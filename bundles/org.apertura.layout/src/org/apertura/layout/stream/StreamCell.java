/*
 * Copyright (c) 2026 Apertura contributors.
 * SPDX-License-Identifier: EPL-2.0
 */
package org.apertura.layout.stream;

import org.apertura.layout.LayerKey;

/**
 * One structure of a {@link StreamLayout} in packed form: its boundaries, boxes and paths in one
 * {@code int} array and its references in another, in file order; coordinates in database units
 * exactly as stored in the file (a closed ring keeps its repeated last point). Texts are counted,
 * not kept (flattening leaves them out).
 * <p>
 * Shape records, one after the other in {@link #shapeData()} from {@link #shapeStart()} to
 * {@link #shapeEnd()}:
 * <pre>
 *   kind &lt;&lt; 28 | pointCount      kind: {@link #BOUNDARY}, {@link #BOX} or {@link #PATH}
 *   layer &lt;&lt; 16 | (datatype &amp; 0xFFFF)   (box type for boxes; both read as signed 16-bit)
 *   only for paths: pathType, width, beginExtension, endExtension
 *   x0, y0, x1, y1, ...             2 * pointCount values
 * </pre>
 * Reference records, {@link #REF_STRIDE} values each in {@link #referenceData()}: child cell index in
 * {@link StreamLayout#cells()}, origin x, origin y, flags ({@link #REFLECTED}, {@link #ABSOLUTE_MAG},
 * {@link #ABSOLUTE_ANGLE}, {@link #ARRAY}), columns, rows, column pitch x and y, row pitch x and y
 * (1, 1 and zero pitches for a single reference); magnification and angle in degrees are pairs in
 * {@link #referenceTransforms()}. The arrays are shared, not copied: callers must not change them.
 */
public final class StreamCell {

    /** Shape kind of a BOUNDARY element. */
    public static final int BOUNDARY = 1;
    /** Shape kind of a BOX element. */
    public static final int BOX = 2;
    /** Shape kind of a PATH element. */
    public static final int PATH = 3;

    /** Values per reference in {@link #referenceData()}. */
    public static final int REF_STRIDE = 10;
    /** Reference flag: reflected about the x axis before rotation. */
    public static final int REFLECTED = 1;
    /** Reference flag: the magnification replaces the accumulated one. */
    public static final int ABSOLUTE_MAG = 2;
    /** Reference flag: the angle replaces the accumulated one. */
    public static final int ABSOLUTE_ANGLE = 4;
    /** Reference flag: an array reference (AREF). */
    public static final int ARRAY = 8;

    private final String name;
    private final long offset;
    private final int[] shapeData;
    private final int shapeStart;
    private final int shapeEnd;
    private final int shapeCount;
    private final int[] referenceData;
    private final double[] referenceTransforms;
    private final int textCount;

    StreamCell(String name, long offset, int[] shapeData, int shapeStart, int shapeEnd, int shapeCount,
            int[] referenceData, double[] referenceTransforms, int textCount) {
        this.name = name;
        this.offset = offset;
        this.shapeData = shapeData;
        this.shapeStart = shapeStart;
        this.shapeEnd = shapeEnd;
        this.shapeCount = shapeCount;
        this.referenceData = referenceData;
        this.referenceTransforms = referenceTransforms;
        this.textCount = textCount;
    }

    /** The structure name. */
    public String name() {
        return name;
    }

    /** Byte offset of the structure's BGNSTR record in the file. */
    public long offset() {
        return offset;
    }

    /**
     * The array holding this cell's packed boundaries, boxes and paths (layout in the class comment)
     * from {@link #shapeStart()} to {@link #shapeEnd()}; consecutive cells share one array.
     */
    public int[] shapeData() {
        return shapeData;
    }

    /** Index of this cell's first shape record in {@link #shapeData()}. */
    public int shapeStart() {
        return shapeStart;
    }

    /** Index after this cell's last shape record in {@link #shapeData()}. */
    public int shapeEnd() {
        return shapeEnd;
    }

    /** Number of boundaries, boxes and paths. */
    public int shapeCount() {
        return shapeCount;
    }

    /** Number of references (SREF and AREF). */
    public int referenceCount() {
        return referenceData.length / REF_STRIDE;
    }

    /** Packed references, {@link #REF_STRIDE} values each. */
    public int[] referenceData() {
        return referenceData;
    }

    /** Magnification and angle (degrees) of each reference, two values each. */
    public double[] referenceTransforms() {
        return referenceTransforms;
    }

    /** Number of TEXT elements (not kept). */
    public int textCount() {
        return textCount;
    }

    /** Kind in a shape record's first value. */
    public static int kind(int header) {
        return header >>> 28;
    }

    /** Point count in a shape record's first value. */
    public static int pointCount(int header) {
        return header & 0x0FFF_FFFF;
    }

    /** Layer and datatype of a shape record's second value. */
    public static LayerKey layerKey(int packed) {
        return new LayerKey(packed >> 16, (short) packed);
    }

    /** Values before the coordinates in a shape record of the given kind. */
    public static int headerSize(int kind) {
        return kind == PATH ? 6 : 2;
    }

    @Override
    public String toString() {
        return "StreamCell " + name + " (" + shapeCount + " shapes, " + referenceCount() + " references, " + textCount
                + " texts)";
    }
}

____________________

WORK ORDER >>
Would you please restate all of the entries exactly?

RESPONSE FOR THIS EXERCISE >>
filename bundles/org.apertura.layout/src/org/apertura/layout/stream/StreamCell.java
/*
 * Copyright (c) 2026 Apertura contributors.
 * SPDX-License-Identifier: EPL-2.0
 */
package org.apertura.layout.stream;

import org.apertura.layout.LayerKey;

/**
 * One structure of a {@link StreamLayout} in packed form: its boundaries, boxes and paths in one
 * {@code int} array and its references in another, in file order; coordinates in database units
 * exactly as stored in the file (a closed ring keeps its repeated last point). Texts are counted,
 * not kept (flattening leaves them out).
 * <p>
 * Shape records, one after the other in {@link #shapeData()} from {@link #shapeStart()} to
 * {@link #shapeEnd()}:
 * <pre>
 *   kind &lt;&lt; 28 | pointCount      kind: {@link #BOUNDARY}, {@link #BOX} or {@link #PATH}
 *   layer &lt;&lt; 16 | (datatype &amp; 0xFFFF)   (box type for boxes; both read as signed 16-bit)
 *   only for paths: pathType, width, beginExtension, endExtension
 *   x0, y0, x1, y1, ...             2 * pointCount values
 * </pre>
 * Reference records, {@link #REF_STRIDE} values each in {@link #referenceData()}: child cell index in
 * {@link StreamLayout#cells()}, origin x, origin y, flags ({@link #REFLECTED}, {@link #ABSOLUTE_MAG},
 * {@link #ABSOLUTE_ANGLE}, {@link #ARRAY}), columns, rows, column pitch x and y, row pitch x and y
 * (1, 1 and zero pitches for a single reference); magnification and angle in degrees are pairs in
 * {@link #referenceTransforms()}. The arrays are shared, not copied: callers must not change them.
 */
public final class StreamCell {

    /** Shape kind of a BOUNDARY element. */
    public static final int BOUNDARY = 1;
    /** Shape kind of a BOX element. */
    public static final int BOX = 2;
    /** Shape kind of a PATH element. */
    public static final int PATH = 3;

    /** Values per reference in {@link #referenceData()}. */
    public static final int REF_STRIDE = 10;
    /** Reference flag: reflected about the x axis before rotation. */
    public static final int REFLECTED = 1;
    /** Reference flag: the magnification replaces the accumulated one. */
    public static final int ABSOLUTE_MAG = 2;
    /** Reference flag: the angle replaces the accumulated one. */
    public static final int ABSOLUTE_ANGLE = 4;
    /** Reference flag: an array reference (AREF). */
    public static final int ARRAY = 8;

    private final String name;
    private final long offset;
    private final int[] shapeData;
    private final int shapeStart;
    private final int shapeEnd;
    private final int shapeCount;
    private final int[] referenceData;
    private final double[] referenceTransforms;
    private final int textCount;

    StreamCell(String name, long offset, int[] shapeData, int shapeStart, int shapeEnd, int shapeCount,
            int[] referenceData, double[] referenceTransforms, int textCount) {
        this.name = name;
        this.offset = offset;
        this.shapeData = shapeData;
        this.shapeStart = shapeStart;
        this.shapeEnd = shapeEnd;
        this.shapeCount = shapeCount;
        this.referenceData = referenceData;
        this.referenceTransforms = referenceTransforms;
        this.textCount = textCount;
    }

    /** The structure name. */
    public String name() {
        return name;
    }

    /** Byte offset of the structure's BGNSTR record in the file. */
    public long offset() {
        return offset;
    }

    /**
     * The array holding this cell's packed boundaries, boxes and paths (layout in the class comment)
     * from {@link #shapeStart()} to {@link #shapeEnd()}; consecutive cells share one array.
     */
    public int[] shapeData() {
        return shapeData;
    }

    /** Index of this cell's first shape record in {@link #shapeData()}. */
    public int shapeStart() {
        return shapeStart;
    }

    /** Index after this cell's last shape record in {@link #shapeData()}. */
    public int shapeEnd() {
        return shapeEnd;
    }

    /** Number of boundaries, boxes and paths. */
    public int shapeCount() {
        return shapeCount;
    }

    /** Number of references (SREF and AREF). */
    public int referenceCount() {
        return referenceData.length / REF_STRIDE;
    }

    /** Packed references, {@link #REF_STRIDE} values each. */
    public int[] referenceData() {
        return referenceData;
    }

    /** Magnification and angle (degrees) of each reference, two values each. */
    public double[] referenceTransforms() {
        return referenceTransforms;
    }

    /** Number of TEXT elements (not kept). */
    public int textCount() {
        return textCount;
    }

    /** Kind in a shape record's first value. */
    public static int kind(int header) {
        return header >>> 28;
    }

    /** Point count in a shape record's first value. */
    public static int pointCount(int header) {
        return header & 0x0FFF_FFFF;
    }

    /** Layer and datatype of a shape record's second value. */
    public static LayerKey layerKey(int packed) {
        return new LayerKey(packed >> 16, (short) packed);
    }

    /** Values before the coordinates in a shape record of the given kind. */
    public static int headerSize(int kind) {
        return kind == PATH ? 6 : 2;
    }

    @Override
    public String toString() {
        return "StreamCell " + name + " (" + shapeCount + " shapes, " + referenceCount() + " references, " + textCount
                + " texts)";
    }
}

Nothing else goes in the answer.